Return every line of the listing that includes the string "centre".
————————
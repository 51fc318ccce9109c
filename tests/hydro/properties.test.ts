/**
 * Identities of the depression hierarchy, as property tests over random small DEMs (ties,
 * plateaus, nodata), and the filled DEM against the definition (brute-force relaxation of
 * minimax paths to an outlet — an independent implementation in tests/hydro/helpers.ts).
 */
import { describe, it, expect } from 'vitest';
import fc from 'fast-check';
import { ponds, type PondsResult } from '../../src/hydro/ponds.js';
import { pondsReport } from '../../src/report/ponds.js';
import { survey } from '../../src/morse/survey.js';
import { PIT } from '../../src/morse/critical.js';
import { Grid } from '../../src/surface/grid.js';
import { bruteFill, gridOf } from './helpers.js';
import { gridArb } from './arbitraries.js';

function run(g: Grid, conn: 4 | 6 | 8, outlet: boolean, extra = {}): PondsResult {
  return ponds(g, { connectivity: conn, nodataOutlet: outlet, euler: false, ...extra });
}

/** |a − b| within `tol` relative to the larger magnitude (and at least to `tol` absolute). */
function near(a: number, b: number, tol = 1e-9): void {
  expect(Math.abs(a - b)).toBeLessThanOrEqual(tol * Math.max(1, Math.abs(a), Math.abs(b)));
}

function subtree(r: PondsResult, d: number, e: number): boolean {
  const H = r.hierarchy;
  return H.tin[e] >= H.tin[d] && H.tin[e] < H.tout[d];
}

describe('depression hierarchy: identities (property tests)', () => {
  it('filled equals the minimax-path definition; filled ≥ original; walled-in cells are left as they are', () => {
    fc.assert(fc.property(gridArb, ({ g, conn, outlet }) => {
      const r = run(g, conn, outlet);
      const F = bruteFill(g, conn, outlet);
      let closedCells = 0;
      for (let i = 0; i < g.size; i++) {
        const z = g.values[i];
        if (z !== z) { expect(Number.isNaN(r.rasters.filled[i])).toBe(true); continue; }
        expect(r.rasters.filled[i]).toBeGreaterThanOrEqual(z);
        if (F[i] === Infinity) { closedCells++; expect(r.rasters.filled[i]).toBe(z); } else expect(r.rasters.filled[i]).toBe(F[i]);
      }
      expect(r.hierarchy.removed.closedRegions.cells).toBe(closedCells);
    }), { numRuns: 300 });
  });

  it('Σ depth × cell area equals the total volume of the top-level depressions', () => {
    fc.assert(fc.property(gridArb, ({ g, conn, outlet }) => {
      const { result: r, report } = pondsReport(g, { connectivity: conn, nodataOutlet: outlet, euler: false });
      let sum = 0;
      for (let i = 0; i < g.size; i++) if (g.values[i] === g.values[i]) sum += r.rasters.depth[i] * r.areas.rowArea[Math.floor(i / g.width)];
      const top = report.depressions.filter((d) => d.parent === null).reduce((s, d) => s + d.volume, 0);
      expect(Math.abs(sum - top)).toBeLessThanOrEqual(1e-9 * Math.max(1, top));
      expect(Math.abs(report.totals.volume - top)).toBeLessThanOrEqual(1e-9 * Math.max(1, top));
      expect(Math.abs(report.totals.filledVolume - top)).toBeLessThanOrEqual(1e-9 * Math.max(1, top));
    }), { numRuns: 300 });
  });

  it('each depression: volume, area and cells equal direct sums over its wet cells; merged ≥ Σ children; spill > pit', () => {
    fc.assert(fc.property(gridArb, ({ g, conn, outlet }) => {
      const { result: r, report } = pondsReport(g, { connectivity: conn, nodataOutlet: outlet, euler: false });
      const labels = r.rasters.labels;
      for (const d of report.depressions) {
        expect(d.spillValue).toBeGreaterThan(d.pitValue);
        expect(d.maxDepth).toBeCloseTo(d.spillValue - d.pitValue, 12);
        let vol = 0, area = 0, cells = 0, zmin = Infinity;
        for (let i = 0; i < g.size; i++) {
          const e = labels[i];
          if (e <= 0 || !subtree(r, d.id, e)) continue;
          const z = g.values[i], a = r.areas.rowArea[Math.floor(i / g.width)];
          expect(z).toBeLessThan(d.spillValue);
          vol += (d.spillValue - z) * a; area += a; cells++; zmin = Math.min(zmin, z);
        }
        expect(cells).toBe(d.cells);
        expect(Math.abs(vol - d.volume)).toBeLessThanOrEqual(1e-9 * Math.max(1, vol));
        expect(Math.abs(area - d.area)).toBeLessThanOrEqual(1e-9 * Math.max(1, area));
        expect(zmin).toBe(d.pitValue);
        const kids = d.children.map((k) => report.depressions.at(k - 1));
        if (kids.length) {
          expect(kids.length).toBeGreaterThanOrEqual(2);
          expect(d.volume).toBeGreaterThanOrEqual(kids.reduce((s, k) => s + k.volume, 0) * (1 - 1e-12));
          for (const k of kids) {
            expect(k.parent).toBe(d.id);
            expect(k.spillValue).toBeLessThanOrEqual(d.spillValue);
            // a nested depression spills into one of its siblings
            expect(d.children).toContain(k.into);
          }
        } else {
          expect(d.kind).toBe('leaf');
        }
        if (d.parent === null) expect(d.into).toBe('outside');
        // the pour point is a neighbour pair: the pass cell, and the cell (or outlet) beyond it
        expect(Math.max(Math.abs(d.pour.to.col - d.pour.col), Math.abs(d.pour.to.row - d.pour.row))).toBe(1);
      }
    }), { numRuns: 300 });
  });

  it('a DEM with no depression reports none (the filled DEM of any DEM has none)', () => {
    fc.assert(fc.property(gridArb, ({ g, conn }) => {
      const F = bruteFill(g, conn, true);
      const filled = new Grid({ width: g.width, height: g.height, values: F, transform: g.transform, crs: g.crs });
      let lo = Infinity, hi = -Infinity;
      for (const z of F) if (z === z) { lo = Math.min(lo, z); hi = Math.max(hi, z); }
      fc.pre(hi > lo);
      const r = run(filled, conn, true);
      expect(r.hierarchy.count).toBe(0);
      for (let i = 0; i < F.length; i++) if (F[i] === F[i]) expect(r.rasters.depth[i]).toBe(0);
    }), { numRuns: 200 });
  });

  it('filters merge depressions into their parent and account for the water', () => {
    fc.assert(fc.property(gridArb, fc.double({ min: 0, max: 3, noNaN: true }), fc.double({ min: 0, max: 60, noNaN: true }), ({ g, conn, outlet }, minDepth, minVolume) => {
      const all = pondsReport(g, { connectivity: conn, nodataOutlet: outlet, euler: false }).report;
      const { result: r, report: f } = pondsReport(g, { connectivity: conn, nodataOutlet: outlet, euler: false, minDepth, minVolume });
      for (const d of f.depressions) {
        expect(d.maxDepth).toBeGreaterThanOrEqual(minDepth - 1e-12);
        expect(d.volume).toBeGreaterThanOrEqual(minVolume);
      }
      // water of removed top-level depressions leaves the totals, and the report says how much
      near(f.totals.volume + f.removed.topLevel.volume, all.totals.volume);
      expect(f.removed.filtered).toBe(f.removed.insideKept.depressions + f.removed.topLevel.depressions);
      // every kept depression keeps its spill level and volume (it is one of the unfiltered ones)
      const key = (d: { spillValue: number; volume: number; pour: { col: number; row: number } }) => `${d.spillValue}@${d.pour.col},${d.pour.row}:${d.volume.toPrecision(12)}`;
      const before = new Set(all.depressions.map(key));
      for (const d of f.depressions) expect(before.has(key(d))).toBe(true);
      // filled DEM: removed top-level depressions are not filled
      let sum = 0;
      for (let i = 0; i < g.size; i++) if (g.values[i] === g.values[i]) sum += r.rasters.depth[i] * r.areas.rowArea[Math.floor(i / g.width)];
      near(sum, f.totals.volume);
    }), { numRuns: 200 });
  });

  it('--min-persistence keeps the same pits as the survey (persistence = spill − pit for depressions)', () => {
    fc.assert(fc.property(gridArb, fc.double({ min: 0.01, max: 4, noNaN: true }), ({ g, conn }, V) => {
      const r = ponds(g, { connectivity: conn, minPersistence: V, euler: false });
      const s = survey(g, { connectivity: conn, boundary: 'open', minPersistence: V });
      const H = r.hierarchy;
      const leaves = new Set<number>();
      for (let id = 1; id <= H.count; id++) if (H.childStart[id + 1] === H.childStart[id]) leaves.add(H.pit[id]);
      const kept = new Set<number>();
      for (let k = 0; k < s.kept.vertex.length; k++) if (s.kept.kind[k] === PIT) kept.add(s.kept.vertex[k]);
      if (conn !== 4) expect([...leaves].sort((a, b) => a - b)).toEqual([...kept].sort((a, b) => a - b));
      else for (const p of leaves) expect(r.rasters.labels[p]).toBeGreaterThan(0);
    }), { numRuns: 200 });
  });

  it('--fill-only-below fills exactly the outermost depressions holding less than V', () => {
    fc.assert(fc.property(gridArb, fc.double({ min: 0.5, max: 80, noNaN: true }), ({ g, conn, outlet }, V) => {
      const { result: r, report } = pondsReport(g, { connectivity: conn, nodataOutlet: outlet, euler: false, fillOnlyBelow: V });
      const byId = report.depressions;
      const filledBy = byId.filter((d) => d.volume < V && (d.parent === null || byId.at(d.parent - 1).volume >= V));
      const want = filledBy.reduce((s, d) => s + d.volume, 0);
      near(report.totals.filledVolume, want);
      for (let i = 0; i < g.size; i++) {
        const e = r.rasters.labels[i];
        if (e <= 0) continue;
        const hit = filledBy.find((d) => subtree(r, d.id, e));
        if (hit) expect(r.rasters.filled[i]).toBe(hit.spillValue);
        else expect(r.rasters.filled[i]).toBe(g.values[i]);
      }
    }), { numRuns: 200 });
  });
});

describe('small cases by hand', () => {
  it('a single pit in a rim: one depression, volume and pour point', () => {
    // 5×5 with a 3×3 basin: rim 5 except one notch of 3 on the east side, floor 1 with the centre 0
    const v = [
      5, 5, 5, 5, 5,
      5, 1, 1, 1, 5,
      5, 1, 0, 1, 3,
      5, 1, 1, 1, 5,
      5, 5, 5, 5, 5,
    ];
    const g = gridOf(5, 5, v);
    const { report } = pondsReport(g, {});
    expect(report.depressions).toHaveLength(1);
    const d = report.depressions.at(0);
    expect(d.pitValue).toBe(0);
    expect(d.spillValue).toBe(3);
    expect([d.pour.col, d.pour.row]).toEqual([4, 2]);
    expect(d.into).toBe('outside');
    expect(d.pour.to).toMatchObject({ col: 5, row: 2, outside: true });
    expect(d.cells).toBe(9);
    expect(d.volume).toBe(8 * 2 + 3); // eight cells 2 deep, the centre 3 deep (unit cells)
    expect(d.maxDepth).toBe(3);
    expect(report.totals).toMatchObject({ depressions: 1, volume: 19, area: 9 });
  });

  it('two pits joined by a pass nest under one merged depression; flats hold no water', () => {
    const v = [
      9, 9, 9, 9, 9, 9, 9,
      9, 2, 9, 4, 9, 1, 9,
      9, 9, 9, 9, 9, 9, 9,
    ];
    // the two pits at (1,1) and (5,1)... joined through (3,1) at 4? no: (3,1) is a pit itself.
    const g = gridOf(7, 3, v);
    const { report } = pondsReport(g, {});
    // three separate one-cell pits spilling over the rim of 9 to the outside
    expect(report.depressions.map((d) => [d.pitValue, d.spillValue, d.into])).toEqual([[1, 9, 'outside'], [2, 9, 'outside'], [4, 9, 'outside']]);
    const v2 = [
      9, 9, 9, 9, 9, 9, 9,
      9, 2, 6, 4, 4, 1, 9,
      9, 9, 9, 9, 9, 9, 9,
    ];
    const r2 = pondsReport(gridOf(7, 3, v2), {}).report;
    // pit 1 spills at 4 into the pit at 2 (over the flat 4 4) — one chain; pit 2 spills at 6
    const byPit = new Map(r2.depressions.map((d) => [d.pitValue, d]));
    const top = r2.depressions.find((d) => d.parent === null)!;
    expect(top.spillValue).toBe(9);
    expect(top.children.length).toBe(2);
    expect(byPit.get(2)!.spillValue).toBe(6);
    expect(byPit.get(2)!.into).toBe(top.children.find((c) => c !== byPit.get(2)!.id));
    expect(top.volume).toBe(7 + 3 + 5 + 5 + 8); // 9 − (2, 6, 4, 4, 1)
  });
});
————————
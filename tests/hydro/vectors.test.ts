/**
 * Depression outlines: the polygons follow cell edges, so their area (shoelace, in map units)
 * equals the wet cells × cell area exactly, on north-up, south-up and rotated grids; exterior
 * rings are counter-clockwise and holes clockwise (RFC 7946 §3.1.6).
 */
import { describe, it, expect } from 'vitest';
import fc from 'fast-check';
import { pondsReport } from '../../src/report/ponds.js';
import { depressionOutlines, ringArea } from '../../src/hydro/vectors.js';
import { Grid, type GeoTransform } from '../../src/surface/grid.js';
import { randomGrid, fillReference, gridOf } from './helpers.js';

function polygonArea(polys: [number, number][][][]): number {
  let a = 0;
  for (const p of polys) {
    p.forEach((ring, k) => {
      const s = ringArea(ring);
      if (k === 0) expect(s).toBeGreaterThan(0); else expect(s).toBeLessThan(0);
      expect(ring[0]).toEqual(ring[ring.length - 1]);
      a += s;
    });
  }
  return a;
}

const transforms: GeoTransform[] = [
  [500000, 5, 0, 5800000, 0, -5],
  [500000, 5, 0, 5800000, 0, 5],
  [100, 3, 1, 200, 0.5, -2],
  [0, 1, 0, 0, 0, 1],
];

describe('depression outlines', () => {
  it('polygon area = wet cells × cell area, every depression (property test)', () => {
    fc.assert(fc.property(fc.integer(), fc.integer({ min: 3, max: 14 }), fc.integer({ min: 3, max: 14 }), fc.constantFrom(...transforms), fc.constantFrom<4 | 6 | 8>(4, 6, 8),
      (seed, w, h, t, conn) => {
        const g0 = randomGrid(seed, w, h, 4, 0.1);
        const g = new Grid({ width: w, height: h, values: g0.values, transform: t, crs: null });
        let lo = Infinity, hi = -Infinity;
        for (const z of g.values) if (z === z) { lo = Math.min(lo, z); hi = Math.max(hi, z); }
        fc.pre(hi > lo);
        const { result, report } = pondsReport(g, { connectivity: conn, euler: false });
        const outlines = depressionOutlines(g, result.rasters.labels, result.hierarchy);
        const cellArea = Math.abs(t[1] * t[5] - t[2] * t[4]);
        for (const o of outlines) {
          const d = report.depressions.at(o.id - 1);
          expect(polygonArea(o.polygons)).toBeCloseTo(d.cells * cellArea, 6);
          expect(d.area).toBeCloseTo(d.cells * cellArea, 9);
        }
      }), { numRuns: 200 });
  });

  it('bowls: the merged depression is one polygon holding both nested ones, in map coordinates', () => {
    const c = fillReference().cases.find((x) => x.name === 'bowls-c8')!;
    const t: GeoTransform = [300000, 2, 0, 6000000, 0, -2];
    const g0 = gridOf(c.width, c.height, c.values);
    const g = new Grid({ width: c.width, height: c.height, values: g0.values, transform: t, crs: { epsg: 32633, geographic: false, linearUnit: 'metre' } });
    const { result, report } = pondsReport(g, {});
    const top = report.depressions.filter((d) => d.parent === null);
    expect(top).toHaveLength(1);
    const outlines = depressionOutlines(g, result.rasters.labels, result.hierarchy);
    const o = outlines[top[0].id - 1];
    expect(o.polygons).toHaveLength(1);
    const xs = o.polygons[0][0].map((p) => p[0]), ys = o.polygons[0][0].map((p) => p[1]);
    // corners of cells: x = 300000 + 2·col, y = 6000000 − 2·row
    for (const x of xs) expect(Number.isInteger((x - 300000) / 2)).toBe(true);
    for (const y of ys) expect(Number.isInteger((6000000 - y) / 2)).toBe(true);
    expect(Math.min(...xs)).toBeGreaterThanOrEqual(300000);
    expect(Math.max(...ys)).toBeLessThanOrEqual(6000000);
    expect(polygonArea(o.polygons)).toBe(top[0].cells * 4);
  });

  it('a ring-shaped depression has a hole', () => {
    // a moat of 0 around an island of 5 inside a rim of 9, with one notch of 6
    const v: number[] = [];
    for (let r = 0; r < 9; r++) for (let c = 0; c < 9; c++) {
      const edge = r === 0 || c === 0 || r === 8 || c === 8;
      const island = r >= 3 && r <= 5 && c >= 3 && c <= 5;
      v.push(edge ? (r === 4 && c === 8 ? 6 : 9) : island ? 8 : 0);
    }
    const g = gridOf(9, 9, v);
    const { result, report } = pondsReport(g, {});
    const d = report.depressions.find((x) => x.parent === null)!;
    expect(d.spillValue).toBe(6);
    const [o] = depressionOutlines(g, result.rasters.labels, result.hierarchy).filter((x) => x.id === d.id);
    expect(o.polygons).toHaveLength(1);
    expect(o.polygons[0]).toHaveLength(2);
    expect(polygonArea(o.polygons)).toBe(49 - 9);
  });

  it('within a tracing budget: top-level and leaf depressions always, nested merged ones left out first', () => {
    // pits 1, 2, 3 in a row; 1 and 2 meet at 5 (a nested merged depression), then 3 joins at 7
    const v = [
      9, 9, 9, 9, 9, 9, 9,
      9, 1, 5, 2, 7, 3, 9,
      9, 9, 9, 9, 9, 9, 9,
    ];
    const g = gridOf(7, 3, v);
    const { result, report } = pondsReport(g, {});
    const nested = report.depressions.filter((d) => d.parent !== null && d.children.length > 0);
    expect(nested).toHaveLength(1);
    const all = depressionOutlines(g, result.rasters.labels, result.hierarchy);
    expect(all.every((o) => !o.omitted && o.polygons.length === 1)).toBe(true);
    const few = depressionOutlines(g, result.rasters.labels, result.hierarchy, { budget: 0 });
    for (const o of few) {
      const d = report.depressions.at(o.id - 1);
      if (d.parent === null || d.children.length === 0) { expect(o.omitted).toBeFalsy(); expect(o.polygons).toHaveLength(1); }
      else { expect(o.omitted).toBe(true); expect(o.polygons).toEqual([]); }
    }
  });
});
————————
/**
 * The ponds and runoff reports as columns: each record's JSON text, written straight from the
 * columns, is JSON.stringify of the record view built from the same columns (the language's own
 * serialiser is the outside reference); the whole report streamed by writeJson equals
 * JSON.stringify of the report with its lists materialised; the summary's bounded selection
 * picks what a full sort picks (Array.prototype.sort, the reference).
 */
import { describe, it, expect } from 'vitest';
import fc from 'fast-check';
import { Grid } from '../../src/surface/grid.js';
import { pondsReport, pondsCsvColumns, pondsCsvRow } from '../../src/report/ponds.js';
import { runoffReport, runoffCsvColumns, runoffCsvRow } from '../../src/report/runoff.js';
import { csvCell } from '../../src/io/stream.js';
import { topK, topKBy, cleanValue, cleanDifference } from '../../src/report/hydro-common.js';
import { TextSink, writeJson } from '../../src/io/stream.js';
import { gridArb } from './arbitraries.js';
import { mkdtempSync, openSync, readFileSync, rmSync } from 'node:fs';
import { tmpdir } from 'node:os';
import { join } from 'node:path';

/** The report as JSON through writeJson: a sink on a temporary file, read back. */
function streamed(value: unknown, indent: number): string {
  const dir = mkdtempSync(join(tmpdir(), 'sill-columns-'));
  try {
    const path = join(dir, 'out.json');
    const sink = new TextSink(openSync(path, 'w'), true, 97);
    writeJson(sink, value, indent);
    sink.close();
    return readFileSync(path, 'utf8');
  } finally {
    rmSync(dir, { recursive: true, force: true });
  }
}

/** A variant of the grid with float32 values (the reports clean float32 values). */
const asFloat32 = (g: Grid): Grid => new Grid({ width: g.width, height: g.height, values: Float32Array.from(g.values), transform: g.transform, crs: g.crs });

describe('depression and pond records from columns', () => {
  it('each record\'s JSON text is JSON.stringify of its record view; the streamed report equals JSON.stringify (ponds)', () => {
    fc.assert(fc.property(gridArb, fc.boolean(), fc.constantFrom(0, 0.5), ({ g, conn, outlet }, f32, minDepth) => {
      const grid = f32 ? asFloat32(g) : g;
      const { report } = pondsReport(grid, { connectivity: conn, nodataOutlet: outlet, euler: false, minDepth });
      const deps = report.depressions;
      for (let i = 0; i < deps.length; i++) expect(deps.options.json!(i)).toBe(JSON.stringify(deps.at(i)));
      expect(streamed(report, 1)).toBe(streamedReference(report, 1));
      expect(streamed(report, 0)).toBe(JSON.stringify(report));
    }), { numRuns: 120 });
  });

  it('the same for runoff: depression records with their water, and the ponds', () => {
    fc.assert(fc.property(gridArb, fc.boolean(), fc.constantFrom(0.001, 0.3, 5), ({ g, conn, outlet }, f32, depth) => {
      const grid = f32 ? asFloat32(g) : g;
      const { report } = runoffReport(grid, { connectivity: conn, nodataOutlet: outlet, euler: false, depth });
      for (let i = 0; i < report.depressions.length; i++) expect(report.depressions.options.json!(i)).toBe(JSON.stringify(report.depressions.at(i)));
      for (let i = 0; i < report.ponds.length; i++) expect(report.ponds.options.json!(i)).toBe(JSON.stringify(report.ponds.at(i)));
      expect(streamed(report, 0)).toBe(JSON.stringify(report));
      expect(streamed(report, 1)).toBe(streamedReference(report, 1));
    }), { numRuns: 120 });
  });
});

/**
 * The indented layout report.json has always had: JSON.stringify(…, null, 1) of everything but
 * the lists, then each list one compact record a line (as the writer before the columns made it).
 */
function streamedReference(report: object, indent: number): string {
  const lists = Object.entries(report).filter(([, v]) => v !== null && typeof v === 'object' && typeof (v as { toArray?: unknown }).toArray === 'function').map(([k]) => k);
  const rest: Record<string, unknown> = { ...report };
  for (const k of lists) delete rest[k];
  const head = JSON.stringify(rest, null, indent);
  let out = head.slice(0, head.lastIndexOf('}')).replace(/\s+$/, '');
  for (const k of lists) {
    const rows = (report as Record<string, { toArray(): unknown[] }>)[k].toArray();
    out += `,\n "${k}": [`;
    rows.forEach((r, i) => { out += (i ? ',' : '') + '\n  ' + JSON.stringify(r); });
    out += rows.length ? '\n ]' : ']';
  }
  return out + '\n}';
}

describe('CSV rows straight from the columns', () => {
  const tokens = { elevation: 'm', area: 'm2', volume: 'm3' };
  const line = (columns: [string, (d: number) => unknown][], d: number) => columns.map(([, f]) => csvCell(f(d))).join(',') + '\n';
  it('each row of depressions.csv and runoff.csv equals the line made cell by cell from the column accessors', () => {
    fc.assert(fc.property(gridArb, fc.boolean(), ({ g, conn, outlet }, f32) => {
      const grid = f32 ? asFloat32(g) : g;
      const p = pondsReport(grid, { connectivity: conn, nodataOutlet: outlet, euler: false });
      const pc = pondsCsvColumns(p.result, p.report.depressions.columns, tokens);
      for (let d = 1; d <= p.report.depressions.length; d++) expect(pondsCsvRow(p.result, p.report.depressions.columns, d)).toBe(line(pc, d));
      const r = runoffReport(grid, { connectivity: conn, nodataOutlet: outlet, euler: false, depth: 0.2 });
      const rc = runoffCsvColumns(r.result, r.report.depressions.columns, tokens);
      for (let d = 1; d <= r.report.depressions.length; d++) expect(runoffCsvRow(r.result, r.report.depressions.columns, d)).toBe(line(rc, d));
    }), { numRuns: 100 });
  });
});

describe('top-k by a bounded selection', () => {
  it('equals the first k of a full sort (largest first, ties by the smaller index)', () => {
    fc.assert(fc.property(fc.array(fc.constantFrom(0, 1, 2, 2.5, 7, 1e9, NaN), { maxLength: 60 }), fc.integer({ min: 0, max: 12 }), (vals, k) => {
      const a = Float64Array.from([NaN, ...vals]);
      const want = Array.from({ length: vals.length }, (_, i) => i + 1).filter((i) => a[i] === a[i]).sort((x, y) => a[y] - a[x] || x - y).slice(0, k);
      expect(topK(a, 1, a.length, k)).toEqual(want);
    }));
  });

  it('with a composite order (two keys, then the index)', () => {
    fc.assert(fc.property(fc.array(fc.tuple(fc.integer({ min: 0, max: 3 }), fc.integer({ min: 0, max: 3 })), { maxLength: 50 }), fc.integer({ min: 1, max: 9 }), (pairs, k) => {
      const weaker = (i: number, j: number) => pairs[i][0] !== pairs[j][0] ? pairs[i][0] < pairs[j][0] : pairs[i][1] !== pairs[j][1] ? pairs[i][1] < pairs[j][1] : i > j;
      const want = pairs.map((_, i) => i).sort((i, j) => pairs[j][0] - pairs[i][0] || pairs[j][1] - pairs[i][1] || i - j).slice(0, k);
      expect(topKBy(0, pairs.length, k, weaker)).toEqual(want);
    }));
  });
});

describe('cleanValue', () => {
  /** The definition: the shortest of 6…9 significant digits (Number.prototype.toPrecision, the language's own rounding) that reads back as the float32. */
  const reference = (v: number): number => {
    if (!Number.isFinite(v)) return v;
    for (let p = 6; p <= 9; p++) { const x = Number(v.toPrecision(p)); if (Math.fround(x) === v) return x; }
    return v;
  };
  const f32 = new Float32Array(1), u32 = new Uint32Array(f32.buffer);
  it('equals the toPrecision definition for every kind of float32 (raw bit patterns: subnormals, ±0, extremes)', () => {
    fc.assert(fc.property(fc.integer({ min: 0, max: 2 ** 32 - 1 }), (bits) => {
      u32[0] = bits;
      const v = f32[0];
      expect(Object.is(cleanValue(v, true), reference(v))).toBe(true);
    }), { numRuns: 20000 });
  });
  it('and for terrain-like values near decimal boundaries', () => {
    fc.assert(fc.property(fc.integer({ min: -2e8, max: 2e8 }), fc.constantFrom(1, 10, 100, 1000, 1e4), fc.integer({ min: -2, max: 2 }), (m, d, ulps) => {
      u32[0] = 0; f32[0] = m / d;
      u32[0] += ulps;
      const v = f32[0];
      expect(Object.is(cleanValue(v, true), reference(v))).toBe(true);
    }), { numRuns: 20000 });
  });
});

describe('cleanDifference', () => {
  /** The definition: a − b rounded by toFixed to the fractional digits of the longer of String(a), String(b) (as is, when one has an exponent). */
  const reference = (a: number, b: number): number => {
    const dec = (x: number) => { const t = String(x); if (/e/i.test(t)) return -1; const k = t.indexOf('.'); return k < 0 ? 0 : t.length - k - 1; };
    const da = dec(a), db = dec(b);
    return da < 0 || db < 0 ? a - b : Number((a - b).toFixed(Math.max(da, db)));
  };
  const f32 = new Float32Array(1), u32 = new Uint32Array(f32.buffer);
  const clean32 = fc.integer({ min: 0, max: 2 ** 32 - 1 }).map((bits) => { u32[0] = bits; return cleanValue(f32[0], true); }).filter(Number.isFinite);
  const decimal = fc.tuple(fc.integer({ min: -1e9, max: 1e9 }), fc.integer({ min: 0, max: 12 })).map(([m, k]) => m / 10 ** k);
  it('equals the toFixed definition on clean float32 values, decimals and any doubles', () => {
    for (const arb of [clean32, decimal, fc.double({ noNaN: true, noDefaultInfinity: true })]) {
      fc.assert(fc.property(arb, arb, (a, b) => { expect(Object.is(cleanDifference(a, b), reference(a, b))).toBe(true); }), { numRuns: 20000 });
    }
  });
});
————————
■ Your solution:
    // 5×5 with a 3×3 basin: rim 5 except one notch of 3 on the east side, floor 1 with the centre 0
    expect(d.volume).toBe(8 * 2 + 3); // eight cells 2 deep, the centre 3 deep (unit cells)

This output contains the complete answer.